● **Task details**
Return all lines from the entries below in which the word "sourceBlock" is present.

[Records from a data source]
--------

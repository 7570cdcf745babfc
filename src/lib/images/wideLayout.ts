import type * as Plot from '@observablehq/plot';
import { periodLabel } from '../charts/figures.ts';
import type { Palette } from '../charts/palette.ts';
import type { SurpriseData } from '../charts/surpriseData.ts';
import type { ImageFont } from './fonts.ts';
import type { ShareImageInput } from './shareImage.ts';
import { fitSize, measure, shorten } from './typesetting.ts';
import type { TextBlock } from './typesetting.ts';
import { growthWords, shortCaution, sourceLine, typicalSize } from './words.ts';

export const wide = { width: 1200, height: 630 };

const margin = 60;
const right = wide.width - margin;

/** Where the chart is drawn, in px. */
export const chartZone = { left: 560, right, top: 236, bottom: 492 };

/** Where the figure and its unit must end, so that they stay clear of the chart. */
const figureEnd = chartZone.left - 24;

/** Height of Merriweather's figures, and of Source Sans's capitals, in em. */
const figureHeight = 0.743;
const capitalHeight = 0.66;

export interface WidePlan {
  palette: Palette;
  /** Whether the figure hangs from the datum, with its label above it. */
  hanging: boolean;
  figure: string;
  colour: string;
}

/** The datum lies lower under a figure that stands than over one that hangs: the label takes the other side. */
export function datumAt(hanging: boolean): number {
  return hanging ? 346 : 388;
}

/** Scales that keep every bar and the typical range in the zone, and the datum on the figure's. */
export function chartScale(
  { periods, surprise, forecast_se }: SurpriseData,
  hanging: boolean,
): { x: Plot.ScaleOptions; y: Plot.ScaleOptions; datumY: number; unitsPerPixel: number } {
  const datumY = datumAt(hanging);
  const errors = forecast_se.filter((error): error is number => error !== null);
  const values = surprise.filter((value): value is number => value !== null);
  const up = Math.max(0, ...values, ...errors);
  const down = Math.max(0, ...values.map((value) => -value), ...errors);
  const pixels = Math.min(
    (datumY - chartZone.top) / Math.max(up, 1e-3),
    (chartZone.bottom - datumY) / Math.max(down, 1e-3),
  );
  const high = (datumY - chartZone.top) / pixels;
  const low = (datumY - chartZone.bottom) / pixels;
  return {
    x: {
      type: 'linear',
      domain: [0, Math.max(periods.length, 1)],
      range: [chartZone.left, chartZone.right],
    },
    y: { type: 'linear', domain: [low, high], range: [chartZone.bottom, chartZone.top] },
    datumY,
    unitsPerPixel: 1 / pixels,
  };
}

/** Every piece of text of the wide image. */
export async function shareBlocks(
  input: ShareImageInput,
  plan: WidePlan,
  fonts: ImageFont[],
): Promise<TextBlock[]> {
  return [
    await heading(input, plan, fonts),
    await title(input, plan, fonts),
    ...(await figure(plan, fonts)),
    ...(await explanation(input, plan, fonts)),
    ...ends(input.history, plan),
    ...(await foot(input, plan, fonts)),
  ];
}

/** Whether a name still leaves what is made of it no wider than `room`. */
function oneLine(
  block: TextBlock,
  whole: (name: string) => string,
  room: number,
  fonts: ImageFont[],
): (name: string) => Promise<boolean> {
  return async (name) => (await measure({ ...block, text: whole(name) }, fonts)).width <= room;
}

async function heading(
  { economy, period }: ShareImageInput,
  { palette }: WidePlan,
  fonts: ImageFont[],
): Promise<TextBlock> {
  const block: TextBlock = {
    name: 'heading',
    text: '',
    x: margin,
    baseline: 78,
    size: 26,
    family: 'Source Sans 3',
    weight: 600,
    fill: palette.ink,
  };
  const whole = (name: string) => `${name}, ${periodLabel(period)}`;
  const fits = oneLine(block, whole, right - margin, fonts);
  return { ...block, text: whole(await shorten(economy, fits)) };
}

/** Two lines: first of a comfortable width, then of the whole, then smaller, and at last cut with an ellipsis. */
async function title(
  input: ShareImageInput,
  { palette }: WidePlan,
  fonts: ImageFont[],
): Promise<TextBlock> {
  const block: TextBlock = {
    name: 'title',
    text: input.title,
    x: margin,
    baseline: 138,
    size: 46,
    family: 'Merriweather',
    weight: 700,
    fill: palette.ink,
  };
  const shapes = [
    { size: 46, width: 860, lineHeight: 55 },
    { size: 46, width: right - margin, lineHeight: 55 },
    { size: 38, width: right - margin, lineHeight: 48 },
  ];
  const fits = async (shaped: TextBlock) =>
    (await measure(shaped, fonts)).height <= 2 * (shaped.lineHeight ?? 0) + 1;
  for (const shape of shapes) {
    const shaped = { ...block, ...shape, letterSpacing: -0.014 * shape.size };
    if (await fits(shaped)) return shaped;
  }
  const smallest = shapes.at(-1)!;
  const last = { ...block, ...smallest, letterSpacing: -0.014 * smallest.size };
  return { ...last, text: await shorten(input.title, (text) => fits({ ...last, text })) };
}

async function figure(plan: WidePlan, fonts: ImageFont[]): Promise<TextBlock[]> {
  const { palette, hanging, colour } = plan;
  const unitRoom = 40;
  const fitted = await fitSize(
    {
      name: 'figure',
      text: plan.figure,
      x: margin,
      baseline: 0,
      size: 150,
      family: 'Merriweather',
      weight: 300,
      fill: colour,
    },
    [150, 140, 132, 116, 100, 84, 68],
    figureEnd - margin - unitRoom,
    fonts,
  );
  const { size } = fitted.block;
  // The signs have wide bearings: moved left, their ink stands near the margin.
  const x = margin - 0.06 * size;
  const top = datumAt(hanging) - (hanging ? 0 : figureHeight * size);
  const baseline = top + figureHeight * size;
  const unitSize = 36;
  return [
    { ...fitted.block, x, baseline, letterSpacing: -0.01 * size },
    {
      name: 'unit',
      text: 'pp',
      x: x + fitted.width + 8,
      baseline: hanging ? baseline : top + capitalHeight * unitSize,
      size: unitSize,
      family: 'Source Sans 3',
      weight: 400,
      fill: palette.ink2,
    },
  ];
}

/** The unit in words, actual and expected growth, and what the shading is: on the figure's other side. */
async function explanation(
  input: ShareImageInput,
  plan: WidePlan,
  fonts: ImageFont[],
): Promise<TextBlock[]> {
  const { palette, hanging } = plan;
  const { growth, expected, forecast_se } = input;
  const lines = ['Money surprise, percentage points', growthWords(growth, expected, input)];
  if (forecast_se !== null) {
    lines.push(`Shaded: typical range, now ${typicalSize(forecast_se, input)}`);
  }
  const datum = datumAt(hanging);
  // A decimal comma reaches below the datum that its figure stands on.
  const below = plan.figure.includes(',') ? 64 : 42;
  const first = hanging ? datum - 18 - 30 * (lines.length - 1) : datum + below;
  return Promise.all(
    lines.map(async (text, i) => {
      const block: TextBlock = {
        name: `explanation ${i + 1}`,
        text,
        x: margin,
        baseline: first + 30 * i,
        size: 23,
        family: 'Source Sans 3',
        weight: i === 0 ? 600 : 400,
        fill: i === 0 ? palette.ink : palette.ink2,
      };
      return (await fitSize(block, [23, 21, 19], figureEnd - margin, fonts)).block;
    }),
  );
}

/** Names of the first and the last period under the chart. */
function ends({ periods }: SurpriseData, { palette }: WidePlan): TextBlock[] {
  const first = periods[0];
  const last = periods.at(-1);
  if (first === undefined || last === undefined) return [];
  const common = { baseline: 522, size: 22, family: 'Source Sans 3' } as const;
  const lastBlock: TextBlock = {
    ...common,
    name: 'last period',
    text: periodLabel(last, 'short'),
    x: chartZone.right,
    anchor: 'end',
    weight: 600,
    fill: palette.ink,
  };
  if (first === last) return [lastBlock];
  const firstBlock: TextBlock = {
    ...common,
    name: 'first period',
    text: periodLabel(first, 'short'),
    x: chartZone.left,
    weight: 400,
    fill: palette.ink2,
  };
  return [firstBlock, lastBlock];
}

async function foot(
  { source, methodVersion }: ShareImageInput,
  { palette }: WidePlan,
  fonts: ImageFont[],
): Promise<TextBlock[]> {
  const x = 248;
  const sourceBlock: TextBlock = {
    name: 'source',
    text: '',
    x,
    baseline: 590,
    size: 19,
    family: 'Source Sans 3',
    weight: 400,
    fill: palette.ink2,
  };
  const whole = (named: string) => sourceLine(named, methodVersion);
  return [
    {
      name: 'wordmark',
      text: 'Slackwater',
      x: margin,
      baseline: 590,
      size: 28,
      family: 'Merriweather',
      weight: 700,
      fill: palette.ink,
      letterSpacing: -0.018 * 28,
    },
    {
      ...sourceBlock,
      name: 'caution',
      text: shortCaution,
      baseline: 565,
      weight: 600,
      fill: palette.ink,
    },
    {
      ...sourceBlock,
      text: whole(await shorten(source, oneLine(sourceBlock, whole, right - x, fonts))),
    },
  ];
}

--------

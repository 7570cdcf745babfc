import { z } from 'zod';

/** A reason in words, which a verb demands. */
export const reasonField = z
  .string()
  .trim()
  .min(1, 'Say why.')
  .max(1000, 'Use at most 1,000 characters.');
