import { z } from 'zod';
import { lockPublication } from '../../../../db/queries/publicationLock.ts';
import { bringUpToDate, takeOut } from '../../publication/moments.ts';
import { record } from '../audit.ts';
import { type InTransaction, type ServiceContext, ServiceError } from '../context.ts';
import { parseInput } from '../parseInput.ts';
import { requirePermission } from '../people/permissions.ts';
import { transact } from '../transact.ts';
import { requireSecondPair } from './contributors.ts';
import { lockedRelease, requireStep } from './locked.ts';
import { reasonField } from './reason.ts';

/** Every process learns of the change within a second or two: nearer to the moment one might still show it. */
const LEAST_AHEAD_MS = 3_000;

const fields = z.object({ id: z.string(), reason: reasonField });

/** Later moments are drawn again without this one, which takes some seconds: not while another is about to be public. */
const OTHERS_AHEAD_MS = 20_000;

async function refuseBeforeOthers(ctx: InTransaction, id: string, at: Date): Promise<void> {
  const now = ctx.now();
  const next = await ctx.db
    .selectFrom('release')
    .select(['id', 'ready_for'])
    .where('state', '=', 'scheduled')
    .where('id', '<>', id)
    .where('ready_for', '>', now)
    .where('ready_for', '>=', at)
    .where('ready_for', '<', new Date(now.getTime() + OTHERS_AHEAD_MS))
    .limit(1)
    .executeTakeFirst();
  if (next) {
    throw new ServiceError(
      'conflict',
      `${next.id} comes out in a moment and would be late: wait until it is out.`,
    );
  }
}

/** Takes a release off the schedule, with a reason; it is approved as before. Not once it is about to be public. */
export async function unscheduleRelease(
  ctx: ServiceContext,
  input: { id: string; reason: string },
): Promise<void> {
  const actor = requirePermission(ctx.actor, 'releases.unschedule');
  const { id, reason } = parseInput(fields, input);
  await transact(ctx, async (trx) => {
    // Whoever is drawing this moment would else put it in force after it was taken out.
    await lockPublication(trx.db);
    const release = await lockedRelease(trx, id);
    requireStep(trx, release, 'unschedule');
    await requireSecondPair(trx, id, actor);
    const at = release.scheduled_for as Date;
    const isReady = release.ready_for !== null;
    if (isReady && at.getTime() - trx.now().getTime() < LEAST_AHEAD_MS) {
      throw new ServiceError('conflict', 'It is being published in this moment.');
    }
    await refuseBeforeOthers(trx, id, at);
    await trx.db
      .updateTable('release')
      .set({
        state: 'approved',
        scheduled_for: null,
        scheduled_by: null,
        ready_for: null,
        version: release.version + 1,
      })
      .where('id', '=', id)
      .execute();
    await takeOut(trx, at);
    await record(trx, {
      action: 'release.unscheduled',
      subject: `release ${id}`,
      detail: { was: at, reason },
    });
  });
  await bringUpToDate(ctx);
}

--------

● **Reply**
  const sourceBlock: TextBlock = {
      ...sourceBlock,
      ...sourceBlock,
      text: whole(await shorten(source, oneLine(sourceBlock, whole, right - x, fonts))),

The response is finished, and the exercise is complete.